Question

Find the capacity in litres of a conical vessel with
(i) Radius \[7cm\], slant height \[25cm\]
(ii) Height \[12cm\], slant height \[13cm\]

Answer 1

Hint:Use the formula for calculating the volume of the right circular cone which is \[\dfrac{1}{3}\pi {{r}^{2}}h\], where \[r\] is the radius of the cone and \[h\] is the height of the cone. When radius or height is not given, use the relation between radius, slant height (denoted by \[l\]), and height which is \[l=\sqrt{{{h}^{2}}+{{r}^{2}}}\] to find the radius or height of the cone and then calculate its volume.

Complete step-by-step answer:
We have to evaluate the volume of a right circular cone with given dimensions. We know that the volume of a cone whose height is \[h\] and radius is \[r\] is given by \[\dfrac{1}{3}\pi {{r}^{2}}h\].

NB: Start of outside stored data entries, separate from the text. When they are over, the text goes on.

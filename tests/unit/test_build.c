/* SPDX-License-Identifier: GPL-3.0-or-later */
/* test_build.c: the digest of the sources, made once more here, and the words of the build. */
#include "base/build.h"

#include <glob.h>
#include <stdlib.h>
#include <string.h>

#include "base/base.h"
#include "base/file.h"
#include "base/text.h"
#include "unit.h"

static int by_name(const void *a, const void *b)
{
    return strcmp(*(char *const *)a, *(char *const *)b);
}

/* the line `DIGEST  NAME` of one file */
static void add_line(struct text *lines, const char *path)
{
    struct text bytes = TEXT_INIT;
    struct err e = ERR_INIT;
    char hex[SHA256_HEX];
    CU_ASSERT_EQUAL_FATAL(file_read(path, &bytes, &e), STATUS_OK);
    text_addf(lines, "%s  %s\n", sha256_hex(hex, text_s(&bytes), bytes.length), path);
    text_release(&bytes);
    err_release(&e);
}

static void digest_of_the_sources(void)
{
    static const char *const patterns[] = {"Makefile", "src/*/*.[ch]", "models/*.[ch]",
                                           "src/*/*.css", "src/*/*.js"};
    struct text lines = TEXT_INIT;
    char hex[SHA256_HEX];
    glob_t found = {0};
    for (size_t i = 0; i < COUNT_OF(patterns); i++)
        glob(patterns[i], i > 0 ? GLOB_APPEND : 0, NULL, &found);
    CU_ASSERT_FATAL(found.gl_pathc > 100);
    qsort(found.gl_pathv, found.gl_pathc, sizeof *found.gl_pathv, by_name);
    for (size_t i = 0; i < found.gl_pathc; i++)
        add_line(&lines, found.gl_pathv[i]);
    CU_ASSERT_STRING_EQUAL(source_sha256(), sha256_hex(hex, text_s(&lines), lines.length));
    globfree(&found);
    text_release(&lines);
}

static void words_of_the_build(void)
{
    const char *words = build_words();
    CU_ASSERT(strncmp(words, "gcc ", 4) == 0 || strncmp(words, "clang ", 6) == 0);
    CU_ASSERT_PTR_NOT_NULL(strstr(words, ", x86-64"));
    CU_ASSERT_EQUAL(strspn(strchr(words, ' ') + 1, "0123456789"),
                    strcspn(strchr(words, ' ') + 1, ".")); /* a number, not a macro's name */
}

static const struct unit_test tests[] = {
    {"the digest of the sources is the one of the files", digest_of_the_sources},
    {"the words name compiler and family", words_of_the_build},
    UNIT_END,
};

int main(void)
{
    return unit_main("build", tests);
}
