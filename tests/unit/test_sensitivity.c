/* SPDX-License-Identifier: GPL-3.0-or-later */
/* test_sensitivity.c: sensitivity models beside an analysis: the same code on the same data, and no
 * influence on what is decided.
 */
#include <math.h>
#include <stdio.h>
#include <string.h>

#include "analysis/analysis.h"
#include "analysis/vocabulary_rows.h"
#include "unit.h"

#define BEFORE                                                                                \
    "{\"terrace\": 1, \"title\": \"t\", \"levels\": {\"control\": \"A\", \"list\": ["         \
    "{\"label\": \"A\", \"value\": 0}, {\"label\": \"B\", \"value\": 1}, {\"label\": \"C\", " \
    "\"value\": 2}, {\"label\": \"D\", \"value\": 4}]}, \"endpoint\": {\"name\": \"x\", "     \
    "\"type\": \"continuous\", \"better\": \"higher\", \"range\": [-20, 20]}, "               \
    "\"targets\": {\"ED90\": {\"rule\": \"effective_dose\", \"fraction\": 0.9}}, "            \
    "\"allocation\": {\"adapt\": {\"target\": \"ED90\"}}, \"decisions\": [{\"action\": "      \
    "\"stop_success\", \"if\": {\"measure\": \"pr_gain\", \"target\": \"ED90\", "             \
    "\"above\": 0.9}}], \"final\": {\"success\": {\"measure\": \"pr_gain\", \"target\": "     \
    "\"ED90\", \"above\": 0.9}}, \"subjects\": 200, \"mcmc\": {\"max_draws\": 8000}, "
#define VANISHES "\"priors\": {\"variance\": {\"inverse_gamma\": {\"shape\": 2, \"scale\": 2}}}"

static const char alone[] = BEFORE "\"model\": {\"curve\": \"emax\"}}";
static const char beside[] = BEFORE "\"model\": {\"curve\": \"emax\"}, \"sensitivity\": ["
                                    "{\"curve\": \"ndlm\", \"order\": 2}, {\"curve\": \"emax\"}]}";
static const char fragile[] =
    BEFORE "\"model\": {\"curve\": \"linear\", " VANISHES "}, \"sensitivity\": ["
           "{\"curve\": \"emax\"}, {\"curve\": \"quadratic\", " VANISHES "}]}";

struct world {
    struct design *d;
    struct level_data data;
    struct analyst *analyst;
    struct analysis a;
    struct err e;
};

static void start(struct world *x, const char *json)
{
    static const double n[4] = {10, 20, 5, 15}, mean[4] = {0.2, 1.1, 1.9, 2.3};
    *x = (struct world){.e = ERR_INIT};
    design_parse(&x->d, json, strlen(json), "test", &terrace_vocabulary, &x->e);
    for (size_t i = 0; i < x->e.count; i++)
        printf("# %s: %s\n", x->e.faults[i].pointer, x->e.faults[i].message);
    CU_ASSERT_PTR_NOT_NULL_FATAL(x->d);
    level_data_init(&x->data, 4);
    for (size_t k = 0; k < 4; k++) {
        x->data.n[k] = x->data.randomized[k] = n[k];
        x->data.mean[k] = mean[k];
        x->data.ss[k] = 4 * (n[k] - 1);
    }
    x->analyst = analyst_new(x->d);
    analysis_init(&x->a, x->d);
}

static enum status run(struct world *x, bool live)
{
    const struct analysis_request r = {.number = 1,
                                       .point = 50,
                                       .adapted = true,
                                       .randomized = 50,
                                       .observed = 50,
                                       .seed = 11,
                                       .live = live,
                                       .threads = 2};
    return analysis_run(&x->a, x->analyst, &x->data, &r, &x->e);
}

static void release(struct world *x)
{
    analysis_release(&x->a);
    analyst_free(x->analyst);
    level_data_release(&x->data);
    design_free(x->d);
    err_release(&x->e);
}

static void expect_same(const struct analysis *a, const struct analysis *b)
{
    for (size_t k = 0; k < 4; k++) {
        CU_ASSERT_EQUAL(a->level[k].response.mean, b->level[k].response.mean);
        CU_ASSERT_EQUAL(a->level[k].gain.q975, b->level[k].gain.q975);
        CU_ASSERT_EQUAL(a->level[k].pr_target[0], b->level[k].pr_target[0]);
    }
    CU_ASSERT_EQUAL(a->parameter[2].value.q50, b->parameter[2].value.q50);
    CU_ASSERT_EQUAL(a->decision[0].condition[0].value, b->decision[0].condition[0].value);
    CU_ASSERT_EQUAL(a->diagnostics.lack_of_fit_p, b->diagnostics.lack_of_fit_p);
    CU_ASSERT_EQUAL(a->diagnostics.draws, b->diagnostics.draws);
}

static void they_change_nothing(void)
{
    struct world x, y;
    start(&x, alone);
    start(&y, beside);
    CU_ASSERT_EQUAL(run(&x, true), STATUS_OK);
    CU_ASSERT_EQUAL(run(&y, true), STATUS_OK);
    CU_ASSERT_EQUAL(x.a.sensitivities, 0);
    CU_ASSERT_EQUAL(y.a.sensitivities, 2);
    expect_same(&x.a, &y.a);
    CU_ASSERT_EQUAL(x.a.recommendation, y.a.recommendation);
    for (size_t k = 0; k < 4; k++)
        CU_ASSERT_EQUAL(x.a.level[k].next_share, y.a.level[k].next_share);
    release(&x);
    release(&y);
}

/* The second sensitivity model is the design's own: the same stream gives the same figures. */
static void the_same_code_and_stream(void)
{
    struct world x;
    start(&x, beside);
    CU_ASSERT_EQUAL(run(&x, true), STATUS_OK);
    CU_ASSERT_EQUAL(run(&x, true), STATUS_OK); /* and again into the same analysis */
    CU_ASSERT_EQUAL_FATAL(x.a.sensitivities, 2);
    expect_same(&x.a, &x.a.sensitivity[1]);
    const struct analysis *walk = &x.a.sensitivity[0];
    CU_ASSERT_PTR_EQUAL(walk->model, &x.d->sensitivity[0]);
    CU_ASSERT_EQUAL(walk->parameters, 4); /* theta, slope, drift_sd, sd */
    CU_ASSERT_STRING_EQUAL(walk->parameter[1].name, "slope");
    CU_ASSERT_NOT_EQUAL(walk->level[1].response.mean, x.a.level[1].response.mean);
    CU_ASSERT_TRUE(walk->diagnostics.trusted);
    CU_ASSERT_EQUAL(walk->sensitivities, 0);
    release(&x);
}

static void simulated_analyses_have_none(void)
{
    struct world x;
    start(&x, beside);
    CU_ASSERT_EQUAL(run(&x, false), STATUS_OK);
    CU_ASSERT_EQUAL(x.a.sensitivities, 0);
    CU_ASSERT_TRUE(isnan(x.a.diagnostics.lack_of_fit_p));
    release(&x);
}

/* Identical replicates: the posterior of the first sensitivity model may be improper. */
static void one_that_fails_is_a_note(void)
{
    struct world x;
    start(&x, fragile);
    for (size_t k = 0; k < 4; k++)
        x.data.ss[k] = 0;
    CU_ASSERT_EQUAL(run(&x, true), STATUS_OK);
    CU_ASSERT_EQUAL(x.e.count, 0);
    CU_ASSERT_EQUAL_FATAL(x.a.sensitivities, 2);
    const struct analysis *failed = &x.a.sensitivity[0], *other = &x.a.sensitivity[1];
    CU_ASSERT_PTR_NOT_NULL_FATAL(failed->failure);
    CU_ASSERT_PTR_NOT_NULL(strstr(failed->failure, "sd"));
    CU_ASSERT_FALSE(failed->diagnostics.trusted);
    CU_ASSERT_TRUE(isnan(failed->level[1].response.mean) && isnan(failed->level[1].pr_target[0]));
    CU_ASSERT_TRUE(isnan(failed->decision[0].condition[0].value));
    CU_ASSERT_EQUAL(failed->target[0].selected, LEVEL_NONE);
    CU_ASSERT_TRUE(isnan(failed->parameter[0].value.mean) && isnan(failed->diagnostics.max_rhat));
    CU_ASSERT_PTR_NULL(other->failure);
    CU_ASSERT_FALSE(isnan(other->level[1].response.mean));
    CU_ASSERT_TRUE(x.a.diagnostics.trusted);
    release(&x);
}

static const struct unit_test tests[] = {
    {"they change nothing", they_change_nothing},
    {"the same code and stream", the_same_code_and_stream},
    {"simulated analyses have none", simulated_analyses_have_none},
    {"one that fails is a note", one_that_fails_is_a_note},
    UNIT_END};

int main(void)
{
    return unit_main("sensitivity", tests);
}
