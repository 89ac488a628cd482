/* SPDX-License-Identifier: GPL-3.0-or-later */
/* test_mem.c: every way to ask for memory ends with status 4 when it is refused or overflows. */
#include "base/mem.h"

#include <stdint.h>
#include <stdio.h>
#include <string.h>
#include <sys/wait.h>
#include <unistd.h>

#include "base/text.h"
#include "unit.h"

static void ask_new(size_t count)
{
    mem_free(mem_new(count, 8));
}

static void ask_grow(size_t count)
{
    mem_free(mem_grow(NULL, count, 8));
}

static void ask_aligned(size_t count)
{
    mem_free(mem_aligned(count, 8));
}

static void ask_text(size_t count)
{
    (void)count;
    mem_free(mem_text("words"));
}

static void ask_growing_text(size_t count)
{
    struct text t = TEXT_INIT;
    (void)count;
    text_add(&t, "words");
    text_release(&t);
}

/* The exit status of a child that asks, its n-th allocation refused; its message into `said`. */
static int status_of(void (*ask)(size_t), size_t count, unsigned long n, char said[64])
{
    int ends[2], status = -1;
    ssize_t got = 0;
    CU_ASSERT_EQUAL_FATAL(pipe(ends), 0);
    fflush(stdout);
    const pid_t child = fork();
    if (child == 0) {
        dup2(ends[1], STDERR_FILENO);
        mem_refuse_at(n);
        ask(count);
        ask(count);
        _exit(0);
    }
    close(ends[1]);
    got = read(ends[0], said, 63);
    said[got > 0 ? got : 0] = '\0';
    close(ends[0]);
    waitpid(child, &status, 0);
    return WIFEXITED(status) ? WEXITSTATUS(status) : -1;
}

static void refused(void)
{
    static void (*const asks[])(size_t) = {ask_new, ask_grow, ask_aligned, ask_text,
                                           ask_growing_text};
    char said[64];
    for (size_t i = 0; i < sizeof asks / sizeof *asks; i++) {
        CU_ASSERT_EQUAL(status_of(asks[i], 3, 2, said), 4);
        CU_ASSERT_STRING_EQUAL(said, "terrace: out of memory\n");
        CU_ASSERT_EQUAL(status_of(asks[i], 3, 3, said), 0); /* only two are made */
        CU_ASSERT_EQUAL(status_of(asks[i], 3, 0, said), 0);
        CU_ASSERT_STRING_EQUAL(said, "");
    }
}

static void overflows(void)
{
    static void (*const asks[])(size_t) = {ask_new, ask_grow, ask_aligned};
    char said[64];
    for (size_t i = 0; i < sizeof asks / sizeof *asks; i++) {
        CU_ASSERT_EQUAL(status_of(asks[i], SIZE_MAX / 8 + 2, 0, said), 4); /* 8 x count wraps */
        CU_ASSERT_EQUAL(status_of(asks[i], SIZE_MAX / 16, 0, said), 4);
    }
}

static void what_is_given(void)
{
    double *zeroed = mem_new(1000, sizeof *zeroed), *aligned = mem_aligned(3, sizeof *aligned);
    void *nothing = mem_new(0, 8);
    double sum = 0.0;
    for (size_t i = 0; i < 1000; i++)
        sum += zeroed[i] != 0.0;
    CU_ASSERT_EQUAL(sum, 0.0);
    CU_ASSERT_EQUAL((uintptr_t)aligned % 64, 0);
    CU_ASSERT(aligned[0] == 0.0 && aligned[2] == 0.0);
    CU_ASSERT_PTR_NOT_NULL(nothing);
    char *part = mem_text_n("words", 3);
    CU_ASSERT_STRING_EQUAL(part, "wor");
    CU_ASSERT_PTR_NULL(mem_text(NULL));
    part = mem_grow(part, 100, 1);
    CU_ASSERT_STRING_EQUAL(part, "wor");
    mem_free(part);
    mem_free(nothing);
    mem_free(zeroed);
    mem_free(aligned);
    mem_free(NULL);
}

static const struct unit_test tests[] = {
    {"refused memory ends with status 4", refused},
    {"sizes that overflow end with status 4", overflows},
    {"what is given", what_is_given},
    UNIT_END,
};

int main(void)
{
    return unit_main("memory", tests);
}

(i) We have a cone whose radius is \[7cm\] and slant height is \[25cm\]. We will evaluate the height of the cone. We know the relation \[l=\sqrt{{{h}^{2}}+{{r}^{2}}}\] where \[l\] is the slant height of the cone, \[r\] is the radius of the cone and \[h\] is the height of the cone.
Substituting \[r=7cm,l=25cm\] in the above equation, we have \[25=\sqrt{{{h}^{2}}+{{\left( 7 \right)}^{2}}}\]. Simplifying the equation, we have \[{{\left( 25 \right)}^{2}}={{h}^{2}}+{{\left( 7 \right)}^{2}}\].
\[\begin{align}
  & \Rightarrow {{h}^{2}}=625-49=576 \\
 & \Rightarrow h=24cm \\
\end{align}\]
Now, we will evaluate the volume of the cone.
Substituting the value \[r=7cm,h=24cm\] in the formula \[\dfrac{1}{3}\pi {{r}^{2}}h\], we have the volume of the cone \[=\dfrac{1}{3}\times \dfrac{22}{7}{{\left( 7 \right)}^{2}}\times 24=22\times 7\times 8=1232c{{m}^{3}}\].
Hence, the volume of the cone whose dimensions \[r=7cm,l=25cm\] is \[1232c{{m}^{3}}\].
(ii) ) We have a cone whose height is \[12cm\] and slant height is \[13cm\]. We will evaluate the radius of the cone. We know the relation \[l=\sqrt{{{h}^{2}}+{{r}^{2}}}\] where \[l\] is the slant height of the cone, \[r\] is the radius of the cone and \[h\] is the height of the cone.
Substituting \[h=12cm,l=13cm\] in the above equation, we have \[13=\sqrt{{{r}^{2}}+{{\left( 12 \right)}^{2}}}\]. Simplifying the equation, we have \[{{\left( 13 \right)}^{2}}={{r}^{2}}+{{\left( 12 \right)}^{2}}\].
\[\begin{align}
  & \Rightarrow {{r}^{2}}=169-144=25 \\
 & \Rightarrow r=5cm \\
\end{align}\]
Now, we will evaluate the volume of the cone.
Substituting the value \[r=5cm,h=12cm\] in the formula \[\dfrac{1}{3}\pi {{r}^{2}}h\], we have the volume of the cone \[=\dfrac{1}{3}\times \dfrac{22}{7}{{\left( 5 \right)}^{2}}\times 12=314.28c{{m}^{3}}\].
Hence, the volume of the cone with dimensions \[h=12cm,l=13cm\] is \[314.28c{{m}^{3}}\].

Note: Be careful about the units while calculating the volume of the cone; otherwise we will get an incorrect answer. A right circular cone is a cone where the axis of the cone is the line meeting the vertex to the midpoint of the circular base.